A concrete slab on grade does not expand, but has a long term shrinkage that essentially stops after a couple of months. In some situations, there MIGHT be a very small short term thermal expansion IF the slab and soil got heated to over 150F or so.

Some codes even require the slab to be poured with a 3-1/2" contact height with the floor to give additional support to the wall to resist the lateral soil loads in a basement. It is a method to use the slab as a diaphragm. Normally when the slab is poured against the basement wall there gets to be a 1/16" to 1/8" gap due to the initial curing shrinkage, but still can provide lateral resistance if there is any movement. A lazy contractor using a wet mix will be on the high end of that range and good, low slump concrete will have less shrinkage.

Dick


----------



## stadry

guest, this is a great answer & definition as many of us define 'expansion joint' differently,,, in 39yrs, i've never seen any bsmt slab 'expand and push your block off your footer.' conc does expand/contract in direct relation to temp changes( heat expands conc & cold contracts it [remember high school physics ?] however, most pro's agree expansion jnts aren't used in bsmts where temps remain fairly constant - its more likely a bsmt floor would contain contraction jnts while expansion jnts are to separate slabs from structures,,, then again, i've never placed conc in ky,,, the ONLY time we've seen cont expand to do any damage is on conc hgwys w/100' slabs - a method never used anymore :laughing:


----------



## justincase123

They have been doing it that way in ky for decades.


----------



## concretemasonry

KY is just one place and not necessarily applicable in other situations or places.

Dick


----------



## justincase123

True, we get all kinds of weather here and never know what we will get. I just know they do this here and I had to clean mine out with a putty knife and shop vac to get rid of the rotting expansion material which was feeding the mold. The expansion material had served its purpose to create the space between the floor and wall, after that it starts to rot over time and feeds the mold, I guess dirt and debri in the gap will also feed mold given the dampness of basements.


----------



## toddmanqa

*Update from original poster*

Using custom-ordered 2" backer rod and a couple of hundred dollars worth of crack sealer, I was able to seal the entire gap on the perimeter. As expected, the mold smell went away for the most part. 

One unexpected result was that I was actually getting some water off the walls, and which had been going into the gap. With the gap filled, a small amount of water does run onto the basement floor. Fortunately, the dehumidifiers were able to keep up with the tiny bit of water coming in.

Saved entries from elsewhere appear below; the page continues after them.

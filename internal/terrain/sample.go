package terrain

import (
	"cmp"
	"context"
	"math"
	"slices"

	"ridgehop/internal/geodesy"
	"ridgehop/internal/terrain/footprints"
	"ridgehop/profile"
)

// Sample implements profile.Terrain.
func (t *Terrain) Sample(ctx context.Context, path profile.Path, how profile.Sampling, into *profile.Profile) error {
	s := sampler{ctx: ctx, terrain: t, line: geodesy.LineFrom(path.A, path.AzimuthADeg, path.LengthM).To(path.B), into: into}
	s.scratch, _ = t.scratch.Get().(*scratch)
	defer t.scratch.Put(s.scratch)
	s.sources.into = into
	into.Resize(0)
	into.PixelM = 0
	if err := s.cross(how.Rasters); err != nil {
		return err
	}
	var err error
	if how.SpacingM > 0 {
		err = s.even(how.SpacingM)
	} else {
		err = s.exact()
	}
	if err != nil {
		return err
	}
	s.markOutside()
	return s.name()
}

// sampler fills one profile.
type sampler struct {
	ctx        context.Context
	terrain    *Terrain
	line       geodesy.Line
	geographic track
	layers     [layerCount][]crossing
	prints     []outlined // building outlines that may lie under the path
	into       *profile.Profile
	sources    sources
	*scratch
}

// scratch is memory that goes from one path to the next.
type scratch struct {
	strips   [layerCount]strip
	vertices []footprints.Vertex
	inside   []footprints.Span
	shifts   []shift
}

// cross finds what lies under the path, layer by layer.
func (s *sampler) cross(only []string) error {
	var err error
	if s.geographic, err = newTrack(s.line.LengthM(), geographicPlane(s.line)); err != nil {
		return err
	}
	found, err := s.terrain.choose(s.ctx, s.geographic, only, s.into)
	if err != nil {
		return err
	}
	crossed, err := s.terrain.crossed(s.line, s.geographic, found.mosaics)
	if err != nil {
		return err
	}
	s.prints = found.prints
	for _, c := range crossed {
		l := layerOf(c.mosaic.source.Kind)
		s.layers[l] = append(s.layers[l], c)
		if l <= surfaceLayer && (s.into.PixelM == 0 || c.pixelM < s.into.PixelM) {
			s.into.PixelM = c.pixelM
		}
	}
	return nil
}

// levels prepares a layer's mosaics for reading.
func (s *sampler) levels(l layer) []level {
	out := make([]level, len(s.layers[l]))
	for i, c := range s.layers[l] {
		out[i] = level{crossing: c, cur: cursor{ctx: s.ctx, m: c.mosaic, chunks: s.terrain.chunks, tile: -1, away: &s.into.Unreachable}}
	}
	return out
}

// markOutside says which end no raster of heights above the sea reaches. A
// source that does not answer may have reached it.
func (s *sampler) markOutside() {
	n := len(s.into.GroundM) - 1
	if n < 0 || len(s.into.Unreachable) > 0 {
		return
	}
	s.into.AOutside = math.IsNaN(s.into.GroundM[0]) && !s.reached(0)
	s.into.BOutside = math.IsNaN(s.into.GroundM[n]) && !s.reached(s.line.LengthM())
}

// reached reports whether any raster lies under the point at distance d, one of
// the two ends.
func (s *sampler) reached(d float64) bool {
	for _, l := range []layer{groundLayer, surfaceLayer} {
		if slices.ContainsFunc(s.layers[l], func(c crossing) bool {
			p := &c.track[0]
			if d > 0 {
				p = &c.track[len(c.track)-1]
			}
			u, v := p.at(d)
			return c.mosaic.underPoint(u, v)
		}) {
			return true
		}
	}
	return false
}

// name lists the rasters that something rests on, those asked first standing
// first, with their versions.
func (s *sampler) name() error {
	samples := s.count()
	place := make([]int16, len(samples))
	for _, i := range s.ranked() {
		e := s.sources.entries[i]
		if samples[i] == 0 { // another layer spoke wherever it would have
			if layerOf(e.Kind) > surfaceLayer {
				s.into.LeftOut = append(s.into.LeftOut, e.Name)
			}
			continue
		}
		version, err := e.version()
		if err != nil {
			return &profile.UnreadableError{Raster: e.Name, Err: err}
		}
		place[i] = int16(len(s.into.Sources))
		s.into.Sources = append(s.into.Sources, e.asSource(version, samples[i]))
	}
	for _, indices := range [][]int16{s.into.SourceIndex, s.into.CoverIndex} {
		for k, i := range indices {
			if i >= 0 {
				indices[k] = place[i]
			}
		}
	}
	return nil
}

// count is how many samples rest on each raster, for the ground or the cover.
func (s *sampler) count() []int {
	samples := make([]int, len(s.sources.entries))
	for _, ground := range s.into.SourceIndex {
		if ground >= 0 {
			samples[ground]++
		}
	}
	for k, cover := range s.into.CoverIndex {
		if cover >= 0 && cover != s.into.SourceIndex[k] {
			samples[cover]++
		}
	}
	return samples
}

// ranked are the places of the rasters in use as they are asked, whichever way
// the path runs.
func (s *sampler) ranked() []int {
	order := make([]int, len(s.sources.entries))
	for i := range order {
		order[i] = i
	}
	slices.SortFunc(order, func(a, b int) int { return asksFirst(s.sources.entries[a], s.sources.entries[b]) })
	return order
}

// asksFirst orders rasters as they are asked.
func asksFirst(a, b *entry) int {
	return cmp.Or(cmp.Compare(b.Priority, a.Priority), cmp.Compare(a.PixelM, b.PixelM), cmp.Compare(a.Name, b.Name))
}

func (e *entry) asSource(version string, samples int) profile.Source {
	return profile.Source{
		Name: e.Name, Version: version, Kind: e.Kind, DataDate: e.dataDate(), Samples: samples,
		VerticalDatum: e.VerticalDatum, ErrorM: e.ErrorM, CorrelationM: e.CorrelationM, ErrorAssumed: e.ErrorAssumed,
		Attribution: e.Attribution, Licence: e.Licence,
	}
}
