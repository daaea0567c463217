package terrain

import (
	"context"
	"slices"
	"sync"

	"ridgehop/internal/raster"
)

// handles opens rasters when they are first read and keeps a bounded number of
// them open. Each is used by one goroutine at a time.
type handles struct {
	gdal   *raster.GDAL
	places chan struct{} // one token for each handle that may be in use

	mu   sync.Mutex
	open int      // in use and idle together
	idle []handle // least recently used first
}

type handle struct {
	entry   *entry
	dataset *raster.Dataset
}

func newHandles(library *raster.GDAL, most int) *handles {
	return &handles{gdal: library, places: make(chan struct{}, most)}
}

// with runs use with an open handle of the raster, waiting while all allowed
// handles are in use.
func (h *handles) with(ctx context.Context, e *entry, use func(*raster.Dataset) error) error {
	select {
	case h.places <- struct{}{}:
	case <-ctx.Done():
		return ctx.Err()
	}
	defer func() { <-h.places }()
	dataset := h.takeIdle(e)
	if dataset == nil {
		var err error
		if dataset, err = h.openAgain(e); err != nil {
			h.forget()
			return err
		}
	}
	err := use(dataset)
	if err != nil && e.remote { // it would say the same for ever
		dataset.Close()
		h.forget()
		return err
	}
	h.keepIdle(e, dataset)
	return err
}

func (h *handles) openAgain(e *entry) (*raster.Dataset, error) {
	if e.remote {
		return h.gdal.OpenRemote(e.path)
	}
	return h.gdal.Open(e.path)
}

// takeIdle takes the raster's handle if one is idle. If none is, it counts one
// that is about to be opened, and where that would be too many closes the one
// that was used longest ago.
func (h *handles) takeIdle(e *entry) *raster.Dataset {
	h.mu.Lock()
	defer h.mu.Unlock()
	for i, one := range slices.Backward(h.idle) {
		if one.entry == e {
			found := one.dataset
			h.idle = append(h.idle[:i], h.idle[i+1:]...)
			return found
		}
	}
	if h.open == cap(h.places) { // fewer than that are in use, so one is idle
		h.idle[0].dataset.Close()
		h.idle = append(h.idle[:0], h.idle[1:]...)
		h.open--
	}
	h.open++
	return nil
}

// forget uncounts a handle that could not be opened, or was closed.
func (h *handles) forget() {
	h.mu.Lock()
	defer h.mu.Unlock()
	h.open--
}

func (h *handles) keepIdle(e *entry, dataset *raster.Dataset) {
	h.mu.Lock()
	defer h.mu.Unlock()
	h.idle = append(h.idle, handle{e, dataset})
}

func (h *handles) close() {
	h.mu.Lock()
	defer h.mu.Unlock()
	for _, one := range h.idle {
		one.dataset.Close()
	}
	h.open -= len(h.idle)
	h.idle = nil
}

Since the mold smell didn't go away completely, and we want to finish the basement, we will actually be taking out the concrete floor, digging down a foot, then putting a new slab in. The expectation is that a new slab with a vapor barrier and a properly draining aggregate will get rid of any remaining moisture problems (and hopefully mold smell).

Time will tell.


----------



## serfin control

*oh boy*

I know this is an old thread but I too have a floating slab. my basement flooded twice this year and now I'm ripping up the walls only to find 1x6s stuffed into the gaps. the wood above the gap is OK but the wood under the gap is completely dry rotted out. in some places the wood above the gap is so tightly compressed in the gap the only way to remove the dry rot underneath is to chisel up the foundation. not a great plan. it's a total nightmare because I can't find a way to remove the wood and my entire basement smells like a dry rotted piece of wood in a forest. It's labor intensive and time consuming to get it out of the gap. I've tried as much as I can. maybe a professional can help but that's thousands of dollars in labor to pick at the stuff by hand.


----------



## serfin control

McHugh2001 I don't have enough posts (15) to be able to PM you so I have to post my reply here, hopefully you see it!



mchugh2001 said:


> Hi- saw your post about the floating slab. I am now discovering this myself (Detroit area, 1939 house). I have all of the rotten wood removed from the joints (including interior walls) and am trying to decide whether I should fill them in, leave them empty, or install interior French drain. My current favorite option is do nothing and install Dricore subfloor. What solution did you end up with and do you have any regrets? Thanks!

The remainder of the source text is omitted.